Work instructions: What appears from the first line of the records below through the line containing "async function shared()" must be reproduced verbatim.
BEGIN Recorded data
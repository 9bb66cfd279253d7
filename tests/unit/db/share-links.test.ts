import { afterAll, beforeAll, describe, expect, test } from 'vitest';
import { withShareVisits } from '@/db/actors';
import { openShareLink, shareOf } from '@/db/entry/share-visits';
import { listMembers } from '@/db/queries/members';
import { changeNotebook, listNotebooks, readNotebook } from '@/db/queries/notebooks';
import { listRecord } from '@/db/queries/record';
import { listShareLinks, makeShareLink, revokeShareLink } from '@/db/queries/share-links';
import { db } from '@/db/sequelize';
import { openTestDatabase, type TestDatabase } from '../../support/db';
import { actorOf, makeMember, makeNotebook, makePerson } from '../../support/factories';

let database: TestDatabase;
beforeAll(async () => {
  database = await openTestDatabase();
});
afterAll(() => database.close());

const code = (expected: string) => expect.objectContaining({ code: expected });
const secretOf = (address: string) => address.split('/').at(-1) ?? '';

async function shared() {
  const pi = await makePerson('pi', 'Petra Isles');
  const owner = await actorOf(pi.id);
  const notebookId = await makeNotebook(pi.id, 'Shared one');
  const { id, address } = await makeShareLink(owner, { notebookId, label: 'the client', days: 3 });
  return { owner, notebookId, linkId: id, secret: secretOf(address) };
}

async function visitor(secret: string) {
  const { visitId } = await openShareLink(secret);
  return { visitId, actor: (await withShareVisits(null, [visitId]))! };
}

describe('a share link', () => {
  test('shows its notebook and no other, and changes nothing', async () => {
    const { notebookId, secret } = await shared();
    const other = await shared();
    const { actor } = await visitor(secret);
    expect(await readNotebook(actor, notebookId)).toMatchObject({
      title: 'Shared one',
      mayEdit: false,
      mayManage: false,
    });
    expect((await listNotebooks(actor)).map(({ id }) => id)).toEqual([notebookId]);
    await expect(readNotebook(actor, other.notebookId)).rejects.toEqual(code('NOT_FOUND'));
    await expect(
      changeNotebook(actor, { id: notebookId, title: 'x', purpose: '', version: 1 }),
    ).rejects.toEqual(code('NOT_ALLOWED'));
    await expect(listMembers(actor, notebookId)).rejects.toEqual(code('NOT_FOUND'));
    await expect(listShareLinks(actor, notebookId)).rejects.toEqual(code('NOT_FOUND'));
  });

  test('is stored only as a hash, and its opening is counted and recorded', async () => {
    const { owner, notebookId, secret } = await shared();
    await visitor(secret);
    const rows = JSON.stringify(await db().ShareLink.findAll({ raw: true }));
    expect(rows).not.toContain(secret);
    expect((await listShareLinks(owner, notebookId))[0]).toMatchObject({ openedCount: 1, state: 'open' });
    const { items } = await listRecord(owner, notebookId, { limit: 5 });
    expect(items[0]).toMatchObject({ kind: 'share link', verb: 'opened', subject: 'the client' });
    expect(JSON.stringify(items)).not.toContain(secret);
  });

  test('withdrawn, it ends every visit at once and opens nothing again', async () => {
    const { owner, linkId, secret, notebookId } = await shared();
    const { visitId } = await visitor(secret);
    expect(await shareOf(notebookId, [visitId])).toMatchObject({ sharedBy: 'Petra Isles' });
    await revokeShareLink(owner, linkId);
    expect(await withShareVisits(null, [visitId])).toBeNull();
    expect(await shareOf(notebookId, [visitId])).toBeNull();
    await expect(openShareLink(secret)).rejects.toEqual(code('LINK_SPENT'));
  });

  test('that was never made answers as one that has run out', async () => {
    await expect(openShareLink('nothing-like-it')).rejects.toEqual(code('LINK_SPENT'));
  });

  test('a contributor and a reader make none', async () => {
    const { notebookId } = await shared();
    const analyst = await makePerson('analyst');
    await makeMember(notebookId, analyst.id, 'contributor');
    const input = { notebookId, label: 'x', days: 1 };
    await expect(makeShareLink(await actorOf(analyst.id), input)).rejects.toEqual(code('NOT_ALLOWED'));
    const stranger = await actorOf((await makePerson('pi')).id);
    await expect(makeShareLink(stranger, input)).rejects.toEqual(code('NOT_FOUND'));
  });
});
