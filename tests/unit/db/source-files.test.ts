import { createHash, randomBytes } from 'node:crypto';
import { afterAll, beforeAll, describe, expect, test } from 'vitest';
import { withShareVisits } from '@/db/actors';
import { createFor } from '@/db/access';
import {
  getSourceFile,
  listRefusedUploads,
  listSourceFiles,
  readSourceBytes,
  uploadSourceFile,
} from '@/db/queries/source-files';
import { getRawPoints } from '@/db/queries/spectra';
import { db, inTransaction } from '@/db/sequelize';
import { systemActor } from '@/db/actors';
import { readFile } from '@/lib/readers/read-file';
import { openTestDatabase, type TestDatabase } from '../../support/db';
import { actorOf, makeActor, makeMember, makeNotebook, makePerson } from '../../support/factories';
import { jcampUpload } from '../../support/spectrum-text';

let database: TestDatabase;
beforeAll(async () => {
  database = await openTestDatabase();
});
afterAll(() => database.close());

const code = (expected: string) => expect.objectContaining({ code: expected });
const page = { limit: 50 };

async function notebookOf(role: 'pi' | 'analyst' = 'pi') {
  const person = await makePerson(role);
  return { notebookId: await makeNotebook(person.id), owner: await actorOf(person.id), person };
}

async function counts() {
  const [[row]] = (await db().sequelize.query(`SELECT
    (SELECT count(*) FROM source_files) AS files, (SELECT count(*) FROM source_bytes) AS bytes,
    (SELECT count(*) FROM spectra) AS spectra, (SELECT count(*) FROM spectrum_points) AS points`)) as [
    [Record<string, number>],
    unknown,
  ];
  return row;
}

describe('uploadSourceFile', () => {
  test('keeps the bytes as they came and the points to the last bit', async () => {
    const { notebookId, owner } = await notebookOf();
    const upload = jcampUpload('S1', 400, [0.1, 1 / 3, 0.30000000000000004, -0.0021, 2.5]);
    const outcome = await uploadSourceFile(owner, notebookId, upload);
    if (outcome.verdict !== 'stored') throw new Error(`expected stored, got ${outcome.verdict}`);
    expect(outcome.sourceFile).toMatchObject({
      name: 'S1.jdx',
      sha256: createHash('sha256').update(upload.bytes).digest('hex'),
      sizeBytes: upload.bytes.length,
      spectrumCount: 1,
      pointCount: 5,
    });
    const bytes = await readSourceBytes(owner, outcome.sourceFile.id);
    expect(bytes.intact).toBe(true);
    expect(Buffer.compare(bytes.bytes, upload.bytes)).toBe(0);
    const read = readFile(upload.bytes, upload.name).spectra[0];
    const raw = await getRawPoints(owner, outcome.spectra[0]?.id ?? '');
    expect(raw.x).toEqual([...(read?.x ?? [])]);
    expect(raw.y).toEqual([...(read?.y ?? [])]);
  });

  test('writes one entry of the record for the file, with its hash, and none for its spectra', async () => {
    const { notebookId, owner } = await notebookOf();
    const outcome = await uploadSourceFile(owner, notebookId, jcampUpload('S1', 400, [0.1, 0.2, 0.3]));
    if (outcome.verdict !== 'stored') throw new Error(`expected stored, got ${outcome.verdict}`);
    const entries = await db().RecordEntry.findAll({ where: { notebookId, verb: 'created' } });
    const made = entries.filter((entry) => entry.kind !== 'notebook');
    expect(made).toHaveLength(1);
    expect(made[0]).toMatchObject({
      kind: 'source file',
      subjectId: outcome.sourceFile.id,
      to: { sha256: outcome.sourceFile.sha256, spectrumCount: 1 },
    });
  });

  test('does not store the same bytes twice in a notebook, whatever the name', async () => {
    const { notebookId, owner } = await notebookOf();
    const upload = jcampUpload('S1', 410, [0.1, 0.2, 0.3]);
    const first = await uploadSourceFile(owner, notebookId, upload);
    const again = await uploadSourceFile(owner, notebookId, { ...upload, name: 'copy.jdx' });
    if (first.verdict !== 'stored' || again.verdict !== 'alreadyHere')
      throw new Error(`expected stored and alreadyHere, got ${first.verdict} and ${again.verdict}`);
    expect(again.sourceFile.id).toBe(first.sourceFile.id);
    expect(again.spectra.map((view) => view.id)).toEqual(first.spectra.map((view) => view.id));
    expect((await listSourceFiles(owner, notebookId, page)).items).toHaveLength(1);
  });

  test('stores them once when both uploads run at the same time', async () => {
    const { notebookId, owner } = await notebookOf();
    const upload = jcampUpload('S1', 415, [0.1, 0.2, 0.3]);
    const both = await Promise.all([1, 2].map(() => uploadSourceFile(owner, notebookId, upload)));
    expect(both.map((outcome) => outcome.verdict).sort()).toEqual(['alreadyHere', 'stored']);
  });

  test('says where else the same bytes are, and only where the person may look', async () => {
    const { notebookId, owner, person } = await notebookOf();
    const other = await makeNotebook(person.id, 'The other notebook');
    const strange = await notebookOf();
    const upload = jcampUpload('S1', 420, [0.1, 0.2, 0.3]);
    await uploadSourceFile(strange.owner, strange.notebookId, upload);
    await uploadSourceFile(owner, other, upload);
    const outcome = await uploadSourceFile(owner, notebookId, upload);
    if (outcome.verdict !== 'stored') throw new Error(`expected stored, got ${outcome.verdict}`);
    expect(outcome.elsewhere.map((file) => file.notebookTitle)).toEqual(['The other notebook']);
  });

  test('a refused file leaves a line of the record and nothing else; the others go on', async () => {
    const { notebookId, owner } = await notebookOf();
    const before = await counts();
    const bad = { name: 'scan.pdf', bytes: new TextEncoder().encode('%PDF-1.7 and so on') };
    await expect(uploadSourceFile(owner, notebookId, bad)).rejects.toEqual(code('PDF'));
    expect(await counts()).toEqual(before);
    const [refused] = await listRefusedUploads(owner, notebookId, 10);
    expect(refused).toMatchObject({ name: 'scan.pdf', sentence: expect.stringContaining('This is a PDF') });
    const good = await uploadSourceFile(owner, notebookId, jcampUpload('S1', 430, [0.1, 0.2, 0.3]));
    expect(good.verdict).toBe('stored');
  });

  test('bytes that changed on the way are not stored', async () => {
    const { notebookId, owner } = await notebookOf();
    const before = await counts();
    const upload = { ...jcampUpload('S1', 440, [0.1, 0.2, 0.3]), sha256: randomBytes(32).toString('hex') };
    await expect(uploadSourceFile(owner, notebookId, upload)).rejects.toEqual(code('CONFLICT'));
    expect(await counts()).toEqual(before);
  });

  test('a folder in the name and control characters are dropped', async () => {
    const { notebookId, owner } = await notebookOf();
    const upload = { ...jcampUpload('S1', 450, [0.1, 0.2, 0.3]), name: 'C:\\scans\\..\\S\u00001.jdx' };
    const outcome = await uploadSourceFile(owner, notebookId, upload);
    expect(outcome).toMatchObject({ sourceFile: { name: 'S1.jdx' } });
  });
});

describe('who may', () => {
  test('a contributor uploads; a reader, a link and a read token may look; a stranger finds nothing', async () => {
    const { notebookId, owner } = await notebookOf();
    const [contributor, reader] = [await makePerson('analyst'), await makePerson('analyst')];
    await makeMember(notebookId, contributor.id, 'contributor');
    await makeMember(notebookId, reader.id, 'reader');
    const outcome = await uploadSourceFile(
      await actorOf(contributor.id),
      notebookId,
      jcampUpload('S1', 460, [0.1, 0.2, 0.3]),
    );
    if (outcome.verdict !== 'stored') throw new Error(`expected stored, got ${outcome.verdict}`);
    const { id } = outcome.sourceFile;
    const visitor = await linkActor(notebookId, owner.personId ?? '');
    const upload = jcampUpload('S2', 470, [0.1, 0.2, 0.3]);
    for (const looking of [await actorOf(reader.id), visitor, { ...owner, canWrite: false }]) {
      expect((await getSourceFile(looking, id)).uploadedBy).toBe(contributor.name);
      expect((await readSourceBytes(looking, id)).intact).toBe(true);
      await expect(uploadSourceFile(looking, notebookId, upload)).rejects.toEqual(code('NOT_ALLOWED'));
    }
    for (const stranger of [await makeActor('pi'), await makeActor('administrator')]) {
      await expect(getSourceFile(stranger, id)).rejects.toEqual(code('NOT_FOUND'));
      await expect(readSourceBytes(stranger, id)).rejects.toEqual(code('NOT_FOUND'));
      await expect(listSourceFiles(stranger, notebookId, page)).rejects.toEqual(code('NOT_FOUND'));
      await expect(uploadSourceFile(stranger, notebookId, upload)).rejects.toEqual(code('NOT_FOUND'));
    }
  });

  test('a person with a link to one notebook finds nothing of another', async () => {
    const { notebookId, owner } = await notebookOf();
    const other = await notebookOf();
    const outcome = await uploadSourceFile(owner, notebookId, jcampUpload('S1', 480, [0.1, 0.2, 0.3]));
    if (outcome.verdict !== 'stored') throw new Error(`expected stored, got ${outcome.verdict}`);
    const visitor = await linkActor(other.notebookId, other.person.id);
    await expect(readSourceBytes(visitor, outcome.sourceFile.id)).rejects.toEqual(code('NOT_FOUND'));
  });
});

async function linkActor(notebookId: string, createdById: string) {
  const system = systemActor();
  const expiresAt = new Date(Date.now() + 3_600_000);
  const visit = await inTransaction(async () => {
    const link = await createFor(system, 'shareLink', {
      notebookId,
      label: 'for a test',
      tokenHash: randomBytes(16).toString('hex'),
      expiresAt,
      createdById,
    });
    return createFor(system, 'shareSession', { shareLinkId: link.id, expiresAt });
  });
  const actor = await withShareVisits(null, [visit.id]);
  if (!actor) throw new Error('the share visit just made gave no actor');
  return actor;
}

test('pages of the list hold every file once, newest first', async () => {
  const { notebookId, owner } = await notebookOf();
  for (let i = 0; i < 5; i += 1)
    await uploadSourceFile(owner, notebookId, jcampUpload(`S${i}`, 500 + i, [0.1, 0.2, 0.3]));
  const first = await listSourceFiles(owner, notebookId, { limit: 2 });
  const second = await listSourceFiles(owner, notebookId, { limit: 2, cursor: first.nextCursor ?? '' });
  const third = await listSourceFiles(owner, notebookId, { limit: 2, cursor: second.nextCursor ?? '' });
  const names = [first, second, third].flatMap((part) => part.items.map((file) => file.name));
  expect(names).toEqual(['S4.jdx', 'S3.jdx', 'S2.jdx', 'S1.jdx', 'S0.jdx']);
  expect(third.nextCursor).toBeNull();
});
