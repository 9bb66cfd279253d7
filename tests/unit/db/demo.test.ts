import { readFileSync } from 'node:fs';
import { afterAll, beforeAll, describe, expect, test } from 'vitest';
import { actorForPerson } from '@/db/actors';
import { seedDemo } from '@/db/demo/seed';
import { listBatches, loadBatch } from '@/db/queries/batches';
import { listNotebooks } from '@/db/queries/notebooks';
import { listRecord } from '@/db/queries/record';
import { db } from '@/db/sequelize';
import type { BatchView } from '@/lib/views/batch';
import type { DeterminationView } from '@/lib/views/determination';
import { openTestDatabase, type TestDatabase } from '../../support/db';
import { expectDigits } from '../../support/digits';
import { sharedFile } from '../../support/shared';

interface GoldenUnknown {
  readonly measured: number;
  readonly uMeasured: number;
  readonly computed: number;
  readonly u: number;
  readonly U: number;
  readonly case: string;
}
interface Golden {
  readonly curves: Readonly<
    Record<string, { readonly k: number; readonly unknowns: Readonly<Record<string, GoldenUnknown>> }>
  >;
}

let database: TestDatabase;
let batch: BatchView;
let notebookId: string;

beforeAll(async () => {
  database = await openTestDatabase();
  await seedDemo();
  const pi = await db().Person.findOne({ where: { role: 'pi' } });
  const actor = await actorForPerson(pi?.id ?? '');
  notebookId = (await listNotebooks(actor))[0]?.id ?? '';
  const { items } = await listBatches(actor, notebookId, { limit: 10 });
  batch = await loadBatch(actor, items[0]?.id ?? '');
}, 120_000);
afterAll(() => database.close());

const result = (sample: string): DeterminationView['result'] => {
  const found = batch.determinations.find((determination) => determination.sample === sample);
  if (!found) throw new Error(`no sample ${sample} in the demo`);
  return found.result;
};

const REPORT_CASES: Readonly<Record<string, string>> = {
  value: 'value',
  'above the absorbance limit': 'notQuantified',
  'above the top standard': 'aboveTopStandard',
  'detected, below the lowest standard': 'belowLowestStandard',
  'below the critical value': 'belowCriticalValue',
};

describe('the demo batch LR-114', () => {
  test('agrees with numbers computed outside the project, sample by sample', () => {
    const file = sharedFile('demo/golden.json');
    if (!file) return;
    // Computed with numpy and scipy from the measurement model, independently of this project.
    const golden = (JSON.parse(readFileSync(file, 'utf8')) as Golden).curves.none;
    if (!golden) throw new Error('the golden file has no curve "none"');
    for (const { sample, result: own } of batch.determinations) {
      const expected = golden.unknowns[sample];
      if (!expected) throw new Error(`the golden file has no ${sample}`);
      expect(own.reportCase, sample).toBe(REPORT_CASES[expected.case]);
      if (own.measured) {
        expectDigits(own.measured.value, expected.measured, 9);
        expectDigits(own.measured.u, expected.uMeasured, 9);
      }
      if (own.concentration) {
        expectDigits(own.concentration.value, expected.computed, 9);
        expectDigits(own.concentration.u, expected.u, 9);
        expectDigits(own.concentration.U, expected.U, 9);
        expectDigits(own.concentration.k, golden.k, 9);
      }
    }
  });

  test('tells its stories: saturated, below the lowest standard, diluted, turbid', () => {
    expect(result('S05')).toMatchObject({ concentration: null, reportCase: 'notQuantified' });
    expect(result('S05').flags.map((flag) => flag.level)).toContain('stop');
    expect(result('S05').advice).toMatch(/1 in \d+/);
    // the scenario's own truth: 48.6 mg/L
    expect(Math.abs((result('S05-D10').concentration?.value ?? 0) - 48.6)).toBeLessThan(0.2);
    expect(result('S06').reportCase).toBe('belowLowestStandard');
    // 0.01 mg/L measured stands above the critical value of 0.009 for two readings, so it is told from a blank
    expect(result('S08').reportCase).toBe('belowLowestStandard');
    // uncorrected turbidity doubles it: the truth is 1.58 mg/L
    expect(result('S07').concentration?.value).toBeGreaterThan(3);
  });

  test('is in the record, entry by entry, in the name of the analyst', async () => {
    const pi = await db().Person.findOne({ where: { role: 'pi' } });
    const { items } = await listRecord(await actorForPerson(pi?.id ?? ''), notebookId, { limit: 100 });
    const kinds = new Set(items.map((entry) => entry.kind));
    expect([...kinds]).toEqual(
      expect.arrayContaining(['batch', 'determination', 'standard curve', 'source file']),
    );
    expect(
      items.filter((entry) => entry.kind === 'source file').every((entry) => entry.who === 'Tobin Farrow'),
    ).toBe(true);
  });
});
END Recorded data
Exercise solution:
repository 9bb66cfd279253d7
filename tests/unit/db/share-links.test.ts
import { afterAll, beforeAll, describe, expect, test } from 'vitest';
import { withShareVisits } from '@/db/actors';
import { openShareLink, shareOf } from '@/db/entry/share-visits';
import { listMembers } from '@/db/queries/members';
import { changeNotebook, listNotebooks, readNotebook } from '@/db/queries/notebooks';
import { listRecord } from '@/db/queries/record';
import { listShareLinks, makeShareLink, revokeShareLink } from '@/db/queries/share-links';
import { db } from '@/db/sequelize';
import { openTestDatabase, type TestDatabase } from '../../support/db';
import { actorOf, makeMember, makeNotebook, makePerson } from '../../support/factories';

let database: TestDatabase;
beforeAll(async () => {
  database = await openTestDatabase();
});
afterAll(() => database.close());

const code = (expected: string) => expect.objectContaining({ code: expected });
const secretOf = (address: string) => address.split('/').at(-1) ?? '';

async function shared() {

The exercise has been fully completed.